Il testo è  stato pubblicato nel 1981 in seguito ad una importante ricerca storico-fotografica condotta in quegli anni. Può essere che parte dei reperti storicamente significativi segnalati nelle diverse schede delle località siano scomparsi, distrutti, riutilizzati. Almeno ne resta una memoria scritta.

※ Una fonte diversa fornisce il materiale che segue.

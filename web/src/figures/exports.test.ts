import { describe, expect, it } from 'vitest';
import { compile } from 'vega-lite';
import { figureSvg, exportName } from './exports';
import { budgetSpec, compositeSpec, hovmollerSpec, lagCorrelationSpec, scatterSpec, seasonalCycleSpec, timeseriesSpec } from '@upwell/common';

// Inputs in each kind's result shape, as the server sends them.
const fit = { slope: 1, intercept: 1, slopeStdErr: null, r2: 1, n: 2 };
const specs = {
  timeseries: timeseriesSpec({
    points: [{ month: '1997-01', value: 0.1 }, { month: '1997-02', value: 0.3 }],
    events: [{ phase: 'warm', start: '1997-01', peak: '1997-01', end: '1997-02', months: 2, peakValue: 0.3, strength: 'weak', label: '' }],
    units: 'Pg C',
    show: 'anomaly',
    trend: { perDecade: null, perDecadeStdErr: null, r2: null, n: 2 },
  }),
  'seasonal-cycle': seasonalCycleSpec({ months: [{ month: 1, name: 'Jan', mean: 1, sd: 0.1, min: 0.8, max: 1.2, n: 30, years: 30 }], units: 'Pg C', base: { from: '1991-01', to: '2020-12' } }),
  'lag-correlation': lagCorrelationSpec({
    method: 'pearson',
    alpha: 0.05,
    lags: [{ lag: 0, r: 0.5, n: 100, nEff: 30, p: 0.01, threshold: 0.36 }],
    strongest: { lag: 0, r: 0.5, n: 100, nEff: 30, p: 0.01, threshold: 0.36 },
  }),
  composite: compositeSpec({
    phase: 'warm',
    confidence: 0.95,
    events: [],
    offsets: [{ offset: 0, mean: 1, lower: 0, upper: 2, n: 2 }, { offset: 1, mean: 2, lower: 1, upper: 3, n: 2 }],
    members: [{ event: '1997-12', offset: 0, value: 1 }, { event: '1997-12', offset: 1, value: 2 }],
    units: 'Pg C',
  }),
  budget: budgetSpec({
    termNames: ['biology'],
    months: [{ month: '2000-01', tendency: 1, sumOfTerms: 1, residual: 0 }],
    terms: [{ month: '2000-01', term: 'biology', value: 1 }],
    rmsResidual: 0,
    relativeResidual: 0,
    units: 'Pg C yr⁻¹',
  }),
  hovmoller: hovmollerSpec({ show: 'anomaly', latitudes: [0, 2], cells: [{ month: '2000-01', lat: 0, value: 1 }, { month: '2000-01', lat: 2, value: -1 }], units: 'µmol kg⁻¹' }),
  scatter: scatterSpec({ lag: 0, points: [{ x: 0, y: 1, month: '2000-01' }, { x: 1, y: 2, month: '2000-02' }], fit, line: [], xUnits: '°C', yUnits: 'Pg C' }),
};

describe('every spec is valid vega-lite', () => {
  for (const [kind, spec] of Object.entries(specs)) {
    it(`${kind} compiles without warnings`, () => {
      const warnings: string[] = [];
      const logger = { level: () => logger, warn: (...m: unknown[]) => (warnings.push(m.join(' ')), logger), info: () => logger, debug: () => logger, error: (...m: unknown[]) => { throw new Error(m.join(' ')); } };
      compile({ ...(spec as object), width: 600 } as Parameters<typeof compile>[0], { logger: logger as never });
      expect(warnings).toEqual([]);
    });
  }
});

describe('figure exports', () => {
  it('renders a figure to SVG off screen with its axis titles', async () => {
    const svg = await figureSvg(specs['lag-correlation']);
    expect(svg.startsWith('<svg')).toBe(true);
    expect(svg).toContain('Correlation r, Pearson (dimensionless)');
    expect(svg).toContain('strongest: r = 0.50 at lag 0');
  });

  for (const [kind, spec] of Object.entries(specs)) {
    it(`${kind} renders through the expression interpreter (no eval)`, async () => {
      expect(await figureSvg(spec)).toMatch(/^<svg[\s\S]*<\/svg>$/);
    });
  }

  it('names files by figure number and kind', () => {
    expect(exportName(3, 'Time–latitude diagram')).toBe('figure-3-time-latitude-diagram');
    expect(exportName(null, 'Event table')).toBe('event-table');
  });
});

Storia  |  Oratorio del Carmine  |  Chiesa parrocchiale  |  Campanile  |  Monastero  delle suore francescane  |  Palazzo Mosti-Este  |  Palazzo Sabbattini (Pierotti)  |  Aravecchia  |  Casa Bogo  |  Casa Bonchio  |  Il Borello  |  Casa Buratta  |  Casina  |  Casa Cinque  |  Casa Corradina  |  Casa Costri  |  Mulino del diavolo  |  Le Lame  |  La Loggia  |  Macampori 


 

Storia

 

Il nome Palagano si fa derivare comunemente dal latino "palaga", che significa "pepita d’oro". Probabilmente nessuno ha mai trovato frammenti del prezioso metallo a Palagano, come nel resto della Val Dragone, ma qualche cristallo di pirite vi è sicuramente affiorato e lo splendente color dell’oro di questo composto di zolfo e ferro può avere "cagionato illusioni facili a comprendersi", come scrisse a suo tempo Tito Bentivoglio illustrando la mineralogia della vallata, che rendono conto del particolarissimo toponimo. Niente oro, dunque, ma rame sì, seppure in minima quantità, sufficiente tuttavia perché si favoleggi che le campane di Cargedolo furono fuse con rame nativo locale. Meno scarsi sono calcopirite, solfuri di rame e ferro, e in passato si eseguirono nella zona, a Toggiano, verso il fiume, e in quel di Boccassuolo, scavi sistematici per la loro estrazione; i risultati furono però deludenti e i lavori vennero presto interrotti. La località è citata per la prima volta in un rogito del 1144, relativo all’acquisto di beni del monastero di Marola posti nella montagna modenese da parte dei Da Baiso. A quel tempo Palagano era uno dei più popolosi villaggi della "corte" di Medola, nelle Terre della Badia. Dopo la dedizione ai modenesi si costituì in comune autonomo, che nel 1197 figurava fra i principali della Comunanza dell’Abbadia, retto da ben 5 consoli e con almeno 61 famiglie. Dopo il declino del monastero di Frassinoro, passò con il restante territorio della sponda destra del Dragone sotto il controllo diretto dei modenesi; fu soggetto sucessivamente ai conti di Gombola e dal 1321 fece parte del feudo di Medola, signoreggiato dai Montecuccoli. Nel 1534 Alfonso I d’Este ne investì i Mosti di Ferrara, che lo tennero con il nome di contea di Rancidoro per 240 anni, fino all’estinzione della casata nel 1774. Dopo essere passata dopo alcuni anni alle dipendenze della Camera ducale estense, nel 1741 la contea, e Palagano con essa, passarono ai Sabbatini di Fanano, sotto ai quali rimase fino alla Rivoluzione francese e alla soppressione dei privilegi feudali.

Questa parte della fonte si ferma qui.